# Trail camras.



## dkhntrdstn (Sep 7, 2007)

Hey guys im looking to getting a trail camera next year.I'm looking at the Bushnell i think it 6.0. it the smaller one. any tips on witch one are good with out spending crap load of money for right now.


----------



## ut1031 (Sep 13, 2007)

There are a lot of good cameras out there I have some Wildgame innovations and Moultrie. To me, the most important thing is battery life. Those new little Bushnells that take the AA batteries have very good life. you may also want to watch Camofire as the Spypoints they sell also fit this category. The megapixels are really not an issue if u are only viewing them on your computer. Anything 4 and above will do you well. Lastly, you will want to put them in a locked box and chained to the tree, cameras have been known to disappear...........


----------



## dkhntrdstn (Sep 7, 2007)

ut1031 said:


> There are a lot of good cameras out there I have some Wildgame innovations and Moultrie. To me, the most important thing is battery life. Those new little Bushnells that take the AA batteries have very good life. you may also want to watch Camofire as the Spypoints they sell also fit this category. The megapixels are really not an issue if u are only viewing them on your computer. Anything 4 and above will do you well. Lastly, you will want to put them in a locked box and chained to the tree, cameras have been known to disappear...........
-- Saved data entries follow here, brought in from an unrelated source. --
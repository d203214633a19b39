/* SPDX-License-Identifier: GPL-3.0-or-later
 * SPDX-FileCopyrightText: The Tiltfield developers
 */
#include <math.h>

#include "tf-constants.h"
#include "tf-simulate.h"

/* outside-simulate FOLDER: frames of one bipole each, at random places, observers, turns and
 * styles, without noise; three maps. simulate.py compares them with other people's reading of
 * the same files. */

static double
between (GRand *rand, double low, double high)
{
  return g_rand_double_range (rand, low, high);
}

static TfSun *
make_sun (GRand *rand, TfTime time, double lon_deg)
{
  TfSun *sun = tf_sun_new (tf_time_add (time, between (rand, -5, 5) * TF_DAY_S), g_rand_int (rand));
  double lat = between (rand, -35, 35), radius = between (rand, 1.0, 1.6);
  TfBipole bipole = { .lat_deg = lat,
                      .carrington_lon_deg = tf_wrap_360 (lon_deg),
                      .separation_deg = between (rand, 6, 9),
                      .axis_tilt_deg = between (rand, -40, 40),
                      .leading_polarity = g_rand_boolean (rand) ? 1 : -1,
                      .flux_mx = between (rand, 3e21, 9e21),
                      .lead_radius_deg = radius,
                      .follow_radius_deg = 1.3 * radius,
                      .fragments = (guint)g_rand_int_range (rand, 0, 7) };
  tf_sun_add_bipole (sun, "one", "bipole", &bipole);
  return sun;
}

static gboolean
make_frame (GRand *rand, const char *folder, int k, GError **error)
{
  TfTime time = tf_time_from_year (between (rand, 1996, 2024));
  TfShot shot;
  tf_shot_init (&shot);
  shot.size = 640;
  shot.noise_gauss = 0;
  shot.quantum_gauss = k % 2 == 0 ? 0.05 : 0; /* packed, and as floats */
  shot.supersample = 3;
  shot.style = (TfHeaderStyle)(k % 5);
  shot.centre_dx = between (rand, -15, 15);
  shot.centre_dy = between (rand, -15, 15);
  double seen_from = 0;
  if (shot.style != TF_STYLE_OLD_PIXELS && shot.style != TF_STYLE_GROUND)
    shot.north_angle_deg = between (rand, -180, 180);
  if (shot.style == TF_STYLE_STANDARD || shot.style == TF_STYLE_TURNED)
    {
      seen_from = between (rand, -170, 170);
      shot.observer = (TfObserver){ between (rand, 0.3, 1.1) * TF_AU_M, between (rand, -30, 30),
                                    seen_from, NAN, TF_OBSERVER_HEADER };
    }
  double cmd = between (rand, -45, 45);
  g_autoptr (TfSun) sun = make_sun (rand, time, tf_earth_l0 (time, TF_L0_IMAGE) + seen_from + cmd);
  g_autofree char *name = g_strdup_printf ("frame-%02d.fits", k),
                  *path = g_build_filename (folder, name, NULL);
  return tf_sun_write (sun, path, time, &shot, 1, NULL, error);
}

static gboolean
make_map (GRand *rand, const char *folder, int k, GError **error)
{
  int rotation = g_rand_int_range (rand, 1910, 2280);
  TfShot shot;
  tf_shot_init (&shot);
  shot.noise_gauss = 0;
  shot.quantum_gauss = 0.05;
  double lon = between (rand, 20, 340);
  g_autoptr (TfSun) sun = make_sun (rand, tf_carrington_time (rotation + 1 - lon / 360), lon);
  g_autofree char *name = g_strdup_printf ("map-%02d.fits", k),
                  *path = g_build_filename (folder, name, NULL);
  return tf_sun_write_map (sun, path, rotation, 720, 360, &shot, 1, error);
}

int
main (int argc, char **argv)
{
  g_autoptr (GError) error = NULL;
  GRand *rand = g_rand_new_with_seed (20131012);
  gboolean good = argc == 2;
  for (int k = 0; good && k < 20; k++)
    good = make_frame (rand, argv[1], k, &error);
  for (int k = 0; good && k < 3; k++)
    good = make_map (rand, argv[1], k, &error);
  if (error != NULL)
    g_printerr ("%s\n", error->message);
  g_rand_free (rand);
  return good ? 0 : 1;
}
Thanks Kelly. I'm plan on putting it in a lock box and cables around the tree.Now im waiting to here back from stealth cam.They got it where you can track your camera from your phone now.There cameras have gps in them.I got A year to find what I want.any more in put would be great.


----------



## JuddCT (Sep 7, 2007)

I've got 3 bushnell's and really like them for their battery life and how small they are. I'll be trying out a Moultrie M-80 or 100 (can't remember which it is) this year.


----------



## dkhntrdstn (Sep 7, 2007)

Thanks.


----------